Stored data:
..............................
export { compileTwoParameter, withSecond, type TwoParameterSystem, type TwoParameterOptions } from './two-parameter-system.js';
// The driver and the extended-system interface live in src/lib/numerics (one driver for equilibria and every curve).
export { continueCurve, type CurveOptions, type CurveEnd, type CurveDirection, type CurveHooks } from '../numerics/continue-curve.js';
export { correctExtended, extendedTangent, startTangent, type ExtendedSystem, type CurvePoint } from '../numerics/extended-system.js';
export { SaddleNodeSystem } from './saddle-node-curve.js';
export { HopfSystem } from './hopf-curve.js';
export { SymmetricBranchPointSystem, findSymmetry, type Symmetry } from './branch-point-curve.js';
export { traceMap } from './trace-map.js';
export { defaultMapSettings, type MapSettings, type MapCurve, type MapCurveEnd, type MapCurveType, type MapCurvePoint, type MapPoint, type MapPointType, type MapRegion, type TwoParameterMap, type MapHooks } from './map-types.js';
export { saddleNodesAt, type SlicePoint } from './slice.js';
export { EquilibriumSystem } from './equilibrium-system.js';
export { MAP_ENGINE_VERSION } from './map-version.js';
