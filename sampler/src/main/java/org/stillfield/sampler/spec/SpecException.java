package org.stillfield.sampler.spec;

/**
 * A run spec that cannot be used: names the setting (a dotted path such as {@code cavity.a_m})
 * and says what is allowed.
 */
public final class SpecException extends Exception {
    private final String setting;

    /**
     * @param setting dotted path of the offending setting, or "" for the whole file
     * @param message what is wrong and what is allowed
     */
    public SpecException(String setting, String message) {
        super(setting.isEmpty() ? message : setting + ": " + message);
        this.setting = setting;
    }

    /** @return dotted path of the offending setting */
    public String setting() {
        return setting;
    }
}
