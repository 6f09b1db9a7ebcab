package org.stillfield.sampler.spec;

import java.util.ArrayList;
import java.util.Collection;
import java.util.LinkedHashMap;
import java.util.LinkedHashSet;
import java.util.List;
import java.util.Locale;
import java.util.Map;
import java.util.Set;

/**
 * A mapping read from the spec, with its dotted path, that hands out typed values and remembers
 * which keys were read so that unknown keys can be reported with a did-you-mean.
 */
public final class SpecNode {
    private final String path;
    private final Map<String, Object> map;
    private final Set<String> used = new LinkedHashSet<>();

    SpecNode(String path, Map<String, Object> map) {
        this.path = path;
        this.map = map;
    }

    static SpecNode of(String path, Object value) throws SpecException {
        if (!(value instanceof Map)) {
            throw new SpecException(path, "must be a mapping of settings (key: value), got " + describe(value));
        }
        Map<String, Object> m = new LinkedHashMap<>();
        for (Map.Entry<?, ?> e : ((Map<?, ?>) value).entrySet()) {
            if (!(e.getKey() instanceof String)) {
                throw new SpecException(path, "keys must be names, got " + describe(e.getKey()));
            }
            m.put((String) e.getKey(), e.getValue());
        }
        return new SpecNode(path, m);
    }

    /** @return the dotted path of a key under this node */
    public String at(String key) {
        return path.isEmpty() ? key : path + "." + key;
    }

    /** @return true if the key is present */
    public boolean has(String key) {
        return map.containsKey(key);
    }

    Object raw(String key) {
        used.add(key);
        return map.get(key);
    }

    /** @return a child mapping, or an empty one when absent */
    public SpecNode child(String key) throws SpecException {
        Object v = raw(key);
        return v == null ? new SpecNode(at(key), new LinkedHashMap<>()) : of(at(key), v);
    }

    /** @return a list of child mappings; empty when absent */
    public List<SpecNode> children(String key) throws SpecException {
        Object v = raw(key);
        List<SpecNode> out = new ArrayList<>();
        if (v == null) {
            return out;
        }
        if (!(v instanceof List)) {
            throw new SpecException(at(key), "must be a list, got " + describe(v));
        }
        int i = 0;
        for (Object o : (List<?>) v) {
            out.add(of(at(key) + "[" + i++ + "]", o));
        }
        return out;
    }

    /** @return a required string */
    public String string(String key) throws SpecException {
        Object v = raw(key);
        if (v == null) {
            throw new SpecException(at(key), "is required");
        }
        if (!(v instanceof String)) {
            throw new SpecException(at(key), "must be text, got " + describe(v));
        }
        return (String) v;
    }

    /** @return an optional string */
    public String string(String key, String fallback) throws SpecException {
        return has(key) ? string(key) : fallback;
    }

    /** @return one of the allowed words (case-insensitive), lower case */
    public String choice(String key, String fallback, Collection<String> allowed) throws SpecException {
        String v = has(key) ? string(key).toLowerCase(Locale.ROOT) : fallback;
        if (v == null) {
            throw new SpecException(at(key), "is required; allowed: " + String.join(", ", allowed));
        }
        if (!allowed.contains(v)) {
            throw new SpecException(at(key), "must be one of " + String.join(", ", allowed) + ", got '" + v + "'"
                + suggestion(v, allowed));
        }
        return v;
    }

    /** @return a required number */
    public double number(String key) throws SpecException {
        Object v = raw(key);
        if (v == null) {
            throw new SpecException(at(key), "is required");
        }
        return asNumber(at(key), v);
    }

    /** @return an optional number */
    public double number(String key, double fallback) throws SpecException {
        return has(key) ? number(key) : fallback;
    }

    /** @return a number that must be positive and finite */
    public double positive(String key, String unit) throws SpecException {
        double v = number(key);
        if (!(v > 0) || !Double.isFinite(v)) {
            throw new SpecException(at(key), "must be positive and finite (" + unit + "), got " + v);
        }
        return v;
    }

    /** @return an integer in [min, max] */
    public long integer(String key, long fallback, long min, long max) throws SpecException {
        Object v = raw(key);
        if (v == null) {
            return fallback;
        }
        if (!(v instanceof Integer || v instanceof Long || v instanceof java.math.BigInteger)) {
            throw new SpecException(at(key), "must be a whole number in [" + min + ", " + max + "], got " + describe(v));
        }
        java.math.BigInteger b = new java.math.BigInteger(v.toString());
        if (b.compareTo(java.math.BigInteger.valueOf(min)) < 0 || b.compareTo(java.math.BigInteger.valueOf(max)) > 0) {
            throw new SpecException(at(key), "must be a whole number in [" + min + ", " + max + "], got " + b);
        }
        return b.longValue();
    }

    /** @return a list of three finite numbers (a point, metres) */
    public double[] triple(String key) throws SpecException {
        Object v = raw(key);
        if (v == null) {
            throw new SpecException(at(key), "is required: a list of three numbers [x, y, z] in metres");
        }
        if (!(v instanceof List) || ((List<?>) v).size() != 3) {
            throw new SpecException(at(key), "must be a list of three numbers [x, y, z] in metres, got " + describe(v));
        }
        double[] out = new double[3];
        for (int i = 0; i < 3; i++) {
            out[i] = asNumber(at(key) + "[" + i + "]", ((List<?>) v).get(i));
            if (!Double.isFinite(out[i])) {
                throw new SpecException(at(key) + "[" + i + "]", "must be finite, got " + out[i]);
            }
        }
        return out;
    }

    /** @return a list of raw values; empty when absent */
    public List<Object> list(String key) throws SpecException {
        Object v = raw(key);
        if (v == null) {
            return List.of();
        }
        if (!(v instanceof List)) {
            throw new SpecException(at(key), "must be a list, got " + describe(v));
        }
        return new ArrayList<>((List<?>) v);
    }

    /**
     * Fails on the first key that was never read, with the closest known key as a suggestion.
     *
     * @param known every key this node allows
     */
    public void rejectUnknown(Collection<String> known) throws SpecException {
        for (String key : map.keySet()) {
            if (!known.contains(key)) {
                throw new SpecException(at(key), "unknown setting; allowed here: " + String.join(", ", known)
                    + suggestion(key, known));
            }
        }
    }

    static double asNumber(String path, Object v) throws SpecException {
        if (v instanceof Number) {
            return ((Number) v).doubleValue();
        }
        throw new SpecException(path, "must be a number, got " + describe(v));
    }

    static String describe(Object v) {
        if (v == null) {
            return "nothing";
        }
        if (v instanceof String) {
            return "text '" + v + "'";
        }
        if (v instanceof List) {
            return "a list of " + ((List<?>) v).size();
        }
        if (v instanceof Map) {
            return "a mapping";
        }
        return v.getClass().getSimpleName().toLowerCase(Locale.ROOT) + " " + v;
    }

    static String suggestion(String word, Collection<String> known) {
        String best = null;
        int bestDist = Integer.MAX_VALUE;
        for (String k : known) {
            int dist = distance(word.toLowerCase(Locale.ROOT), k.toLowerCase(Locale.ROOT));
            if (dist < bestDist) {
                bestDist = dist;
                best = k;
            }
        }
        return best != null && bestDist <= Math.max(2, word.length() / 3) ? " (did you mean '" + best + "'?)" : "";
    }

    /** Levenshtein distance, for did-you-mean. */
    static int distance(String a, String b) {
        int[] prev = new int[b.length() + 1];
        int[] cur = new int[b.length() + 1];
        for (int j = 0; j <= b.length(); j++) {
            prev[j] = j;
        }
        for (int i = 1; i <= a.length(); i++) {
            cur[0] = i;
            for (int j = 1; j <= b.length(); j++) {
                int sub = prev[j - 1] + (a.charAt(i - 1) == b.charAt(j - 1) ? 0 : 1);
                cur[j] = Math.min(sub, Math.min(prev[j] + 1, cur[j - 1] + 1));
            }
            int[] t = prev;
            prev = cur;
            cur = t;
        }
        return prev[b.length()];
    }
}
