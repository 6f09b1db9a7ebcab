package org.stillfield.sampler.spec;

import java.io.IOException;
import java.nio.charset.StandardCharsets;
import java.nio.file.Files;
import java.nio.file.Path;
import java.util.ArrayList;
import java.util.EnumSet;
import java.util.HashMap;
import java.util.LinkedHashMap;
import java.util.List;
import java.util.Locale;
import java.util.Map;
import java.util.Optional;
import java.util.Set;
import java.util.regex.Matcher;
import java.util.regex.Pattern;
import org.snakeyaml.engine.v2.api.Load;
import org.snakeyaml.engine.v2.api.LoadSettings;
import org.snakeyaml.engine.v2.exceptions.MarkedYamlEngineException;
import org.snakeyaml.engine.v2.exceptions.YamlEngineException;
import org.stillfield.sampler.api.Cavity;
import org.stillfield.sampler.api.Field;
import org.stillfield.sampler.api.Medium;
import org.stillfield.sampler.api.PointSet;
import org.stillfield.sampler.api.ThermalState;
import org.stillfield.sampler.api.Vec3;
import org.stillfield.sampler.api.Window;
import org.stillfield.sampler.timeseries.LossModel;
import org.stillfield.sampler.timeseries.TimeSeriesSpec;
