package org.stillfield.sampler.spec;

import java.util.List;
import java.util.Map;
import java.util.TreeMap;
import org.stillfield.sampler.api.Cavity;
import org.stillfield.sampler.api.Medium;
import org.stillfield.sampler.geometry.CylindricalCavity;
import org.stillfield.sampler.geometry.PeriodicBox;
import org.stillfield.sampler.geometry.RectangularCavity;
import org.stillfield.sampler.geometry.SphericalCavity;

/**
 * The registry of cavity shapes a spec may name. Adding a geometry means adding one reader
 * here; nothing else in the tool branches on the shape.
 */
public final class Geometries {
    /** Reads one shape's parameters from the {@code cavity} section. */
    @FunctionalInterface
    public interface Reader {
        /**
         * @param node the cavity section (shape, eps_r and mu_r are already read)
         * @param medium the filling
         * @return the cavity
         * @throws SpecException when a parameter is missing or out of range
         */
        Cavity read(SpecNode node, Medium medium) throws SpecException;
    }

    private record Entry(List<String> keys, Reader reader) {
    }

    private static final Map<String, Entry> SHAPES = new TreeMap<>();

    static {
        SHAPES.put("box", new Entry(List.of("a_m", "b_m", "d_m"),
            (n, m) -> RectangularCavity.of(n.positive("a_m", "metres"), n.positive("b_m", "metres"),
                n.positive("d_m", "metres"), m)));
        SHAPES.put("cylinder", new Entry(List.of("radius_m", "length_m"),
            (n, m) -> CylindricalCavity.of(n.positive("radius_m", "metres"), n.positive("length_m", "metres"), m)));
        SHAPES.put("sphere", new Entry(List.of("radius_m"),
            (n, m) -> SphericalCavity.of(n.positive("radius_m", "metres"), m)));
        SHAPES.put("periodic", new Entry(List.of("lx_m", "ly_m", "lz_m"),
            (n, m) -> PeriodicBox.of(n.positive("lx_m", "metres"), n.positive("ly_m", "metres"),
                n.positive("lz_m", "metres"), m)));
    }

    private Geometries() {
    }

    /** @return shape names a spec may use */
    public static List<String> shapes() {
        return List.copyOf(SHAPES.keySet());
    }

    static List<String> keys(String shape) {
        return SHAPES.get(shape).keys();
    }

    static Cavity read(String shape, SpecNode node, Medium medium) throws SpecException {
        return SHAPES.get(shape).reader().read(node, medium);
    }
}
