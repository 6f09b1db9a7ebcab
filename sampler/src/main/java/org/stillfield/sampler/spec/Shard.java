package org.stillfield.sampler.spec;

import java.util.regex.Matcher;
import java.util.regex.Pattern;

/**
 * One of {@code count} shards of a run: shard {@code index} (0-based) writes a contiguous block of
 * the run's parts, so that {@code count} processes together write every part exactly once. With
 * K parts, shard i writes parts [⌊iK/N⌋, ⌊(i+1)K/N⌋) — blocks differ in size by at most one part.
 *
 * @param index this shard, 0 ≤ index &lt; count
 * @param count number of shards, 1 to {@link #MAX_COUNT}
 */
public record Shard(int index, int count) {
    /** Largest shard count accepted. */
    public static final int MAX_COUNT = 100_000;
    /** The whole run in one process. */
    public static final Shard ALL = new Shard(0, 1);

    private static final Pattern FORM = Pattern.compile("\\s*(\\d{1,9})\\s*/\\s*(\\d{1,9})\\s*");

    /** Validates. */
    public Shard {
        if (!(count >= 1 && count <= MAX_COUNT)) {
            throw new IllegalArgumentException("shard count must lie in [1, " + MAX_COUNT + "], got " + count);
        }
        if (!(index >= 0 && index < count)) {
            throw new IllegalArgumentException("shard index must lie in [0, " + (count - 1) + "] for " + count
                + " shards (shards are numbered from 0), got " + index);
        }
    }

    /**
     * @param text "i/N", e.g. "3/8"
     * @return the shard
     * @throws IllegalArgumentException when the text is not of that form or out of range
     */
    public static Shard parse(String text) {
        Matcher m = FORM.matcher(text == null ? "" : text);
        if (!m.matches()) {
            throw new IllegalArgumentException("shard must be written \"i/N\" with 0 <= i < N, e.g. \"0/8\", got '" + text + "'");
        }
        return new Shard(Integer.parseInt(m.group(1)), Integer.parseInt(m.group(2)));
    }

    /** @return true when this is the whole run ({@code 0/1}) */
    public boolean isWhole() {
        return count == 1;
    }

    /**
     * @param parts number of parts of the run, ≥ 1
     * @return first part of this shard (inclusive)
     */
    public int firstPart(int parts) {
        return (int) ((long) index * parts / count);
    }

    /**
     * @param parts number of parts of the run, ≥ 1
     * @return end of this shard's parts (exclusive); equal to {@link #firstPart} when it has none
     */
    public int endPart(int parts) {
        return (int) ((long) (index + 1) * parts / count);
    }

    @Override
    public String toString() {
        return index + "/" + count;
    }
}
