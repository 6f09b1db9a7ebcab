package org.stillfield.sampler.spec;

import java.nio.file.Path;
import java.util.EnumSet;
import java.util.List;
import java.util.Set;
import org.stillfield.sampler.api.Cavity;
import org.stillfield.sampler.api.Field;
import org.stillfield.sampler.api.PointSet;
import org.stillfield.sampler.api.ThermalState;
import org.stillfield.sampler.api.Window;

/**
 * A validated run specification. Built only by {@link SpecReader}; the original text is kept so
 * every output file can carry it.
 *
 * @param name run name
 * @param cavity the cavity (geometry and filling)
 * @param state vacuum or thermal state
 * @param fields fields to synthesise
 * @param window spectral window
 * @param samples number of samples, ≥ 1
 * @param seed master seed
 * @param pointSets evaluation points
 * @param outputFolder where the dataset goes (resolved against the spec's folder)
 * @param precision float64 or float32 field values
 * @param pairs point pairs the analysis estimates C_ij for
 * @param falseAlarm nominal false-alarm rate of the validation verdict
 * @param maxModes largest mode count allowed
 * @param threads worker threads (≥ 1)
 * @param sourceText the spec file as written
 * @param storage how the dataset is split and guarded (parts, shard, resource limits)
 */
public record RunSpec(String name, Cavity cavity, ThermalState state, Set<Field> fields, Window window,
                      long samples, long seed, List<PointSet> pointSets, Path outputFolder, Precision precision,
                      List<PointPair> pairs, double falseAlarm, long maxModes, int threads, String sourceText,
                      Storage storage) {
    /**
     * Page compression of the dataset files. Gaussian noise is nearly incompressible: ZSTD saves
     * about 15 % of a float32 field table, SNAPPY about 8 % at three to four times ZSTD's speed,
     * NONE nothing at no cost.
     */
    public enum Compression {
        /** Zstandard (smallest files). */
        ZSTD,
        /** Snappy (fast). */
        SNAPPY,
        /** Uncompressed pages. */
        NONE
    }

    /** Storage precision of field values. */
    public enum Precision {
        /** IEEE double. */
        FLOAT64,
        /** IEEE single: half the size, ~7 significant digits. */
        FLOAT32
    }

    /**
     * Two evaluation points, by global index, whose correlation tensor the analysis estimates.
     *
     * @param first global index of r
     * @param second global index of r′
     */
    public record PointPair(int first, int second) {
    }

    /**
     * How a run's dataset is split into parts and shards, and the resource limits checked before
     * it starts.
     *
     * @param partSamples samples per part file, ≥ 1, or 0 for the default (parts of about
     *     {@code DatasetWriter.TARGET_PART_BYTES})
     * @param shard the part of the run this process writes
     * @param maxOutputGB refuse a run whose files could exceed this many GB (10⁹ bytes); +∞ = no limit
     * @param maxMemoryGB refuse a run whose estimated heap need exceeds this many GB; +∞ = no limit
     * @param compression page compression of the dataset's Parquet files
     */
    public record Storage(long partSamples, Shard shard, double maxOutputGB, double maxMemoryGB,
                          Compression compression) {
        /** Defaults: automatic part size, the whole run, no limits beyond the machine's, ZSTD pages. */
        public static final Storage DEFAULTS = new Storage(0, Shard.ALL, Double.POSITIVE_INFINITY,
            Double.POSITIVE_INFINITY, Compression.ZSTD);

        /** Default compression. */
        public Storage(long partSamples, Shard shard, double maxOutputGB, double maxMemoryGB) {
            this(partSamples, shard, maxOutputGB, maxMemoryGB, Compression.ZSTD);
        }

        /** Validates. */
        public Storage {
            java.util.Objects.requireNonNull(shard, "shard");
            java.util.Objects.requireNonNull(compression, "compression");
            if (partSamples < 0) {
                throw new IllegalArgumentException("output.part_samples must be >= 1 (or 0 = default), got " + partSamples);
            }
            if (!(maxOutputGB > 0)) {
                throw new IllegalArgumentException("limits.max_output_GB must be > 0, got " + maxOutputGB);
            }
            if (!(maxMemoryGB > 0)) {
                throw new IllegalArgumentException("limits.max_memory_GB must be > 0, got " + maxMemoryGB);
            }
        }

        /** @return the same settings for another shard */
        public Storage withShard(Shard s) {
            return new Storage(partSamples, s, maxOutputGB, maxMemoryGB, compression);
        }
    }

    /** Copies collections. */
    public RunSpec {
        fields = EnumSet.copyOf(fields);
        pointSets = List.copyOf(pointSets);
        pairs = List.copyOf(pairs);
        java.util.Objects.requireNonNull(storage, "storage");
    }

    /**
     * A spec with the default {@link Storage}.
     *
     * @param name run name
     * @param cavity the cavity
     * @param state vacuum or thermal state
     * @param fields fields to synthesise
     * @param window spectral window
     * @param samples number of samples
     * @param seed master seed
     * @param pointSets evaluation points
     * @param outputFolder where the dataset goes
     * @param precision float64 or float32
     * @param pairs analysed point pairs
     * @param falseAlarm verdict false-alarm rate
     * @param maxModes largest mode count
     * @param threads worker threads
     * @param sourceText the spec as written
     */
    public RunSpec(String name, Cavity cavity, ThermalState state, Set<Field> fields, Window window,
                   long samples, long seed, List<PointSet> pointSets, Path outputFolder, Precision precision,
                   List<PointPair> pairs, double falseAlarm, long maxModes, int threads, String sourceText) {
        this(name, cavity, state, fields, window, samples, seed, pointSets, outputFolder, precision, pairs, falseAlarm,
            maxModes, threads, sourceText, Storage.DEFAULTS);
    }

    @Override
    public Set<Field> fields() {
        return EnumSet.copyOf(fields);
    }

    /** @return all evaluation points in global order (sets in spec order, each set in its order) */
    public List<org.stillfield.sampler.api.Vec3> allPoints() {
        List<org.stillfield.sampler.api.Vec3> out = new java.util.ArrayList<>();
        for (PointSet s : pointSets) {
            out.addAll(s.points());
        }
        return out;
    }

    /** @return the same spec with another sample count */
    public RunSpec withSamples(long n) {
        return new RunSpec(name, cavity, state, fields, window, n, seed, pointSets, outputFolder, precision, pairs,
            falseAlarm, maxModes, threads, sourceText, storage);
    }

    /** @return the same spec with another thread count */
    public RunSpec withThreads(int n) {
        return new RunSpec(name, cavity, state, fields, window, samples, seed, pointSets, outputFolder, precision, pairs,
            falseAlarm, maxModes, n, sourceText, storage);
    }

    /** @return the same spec writing to another folder */
    public RunSpec withOutputFolder(Path folder) {
        return new RunSpec(name, cavity, state, fields, window, samples, seed, pointSets, folder, precision, pairs,
            falseAlarm, maxModes, threads, sourceText, storage);
    }

    /** @return the same spec writing only the given shard of its parts */
    public RunSpec withShard(Shard s) {
        return new RunSpec(name, cavity, state, fields, window, samples, seed, pointSets, outputFolder, precision, pairs,
            falseAlarm, maxModes, threads, sourceText, storage.withShard(s));
    }
}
..............................
*Directions*
Output the lines above exactly, but only those between the line holding "if (!(maxMemoryGB >" and the line holding "pointSets = List.copyOf(pointSets);", inclusive.

*Response area*
            if (!(maxMemoryGB > 0)) {
                throw new IllegalArgumentException("limits.max_memory_GB must be > 0, got " + maxMemoryGB);
            }
        }

        /** @return the same settings for another shard */
        public Storage withShard(Shard s) {
            return new Storage(partSamples, s, maxOutputGB, maxMemoryGB, compression);
        }
    }

    /** Copies collections. */
    public RunSpec {
        fields = EnumSet.copyOf(fields);
        pointSets = List.copyOf(pointSets);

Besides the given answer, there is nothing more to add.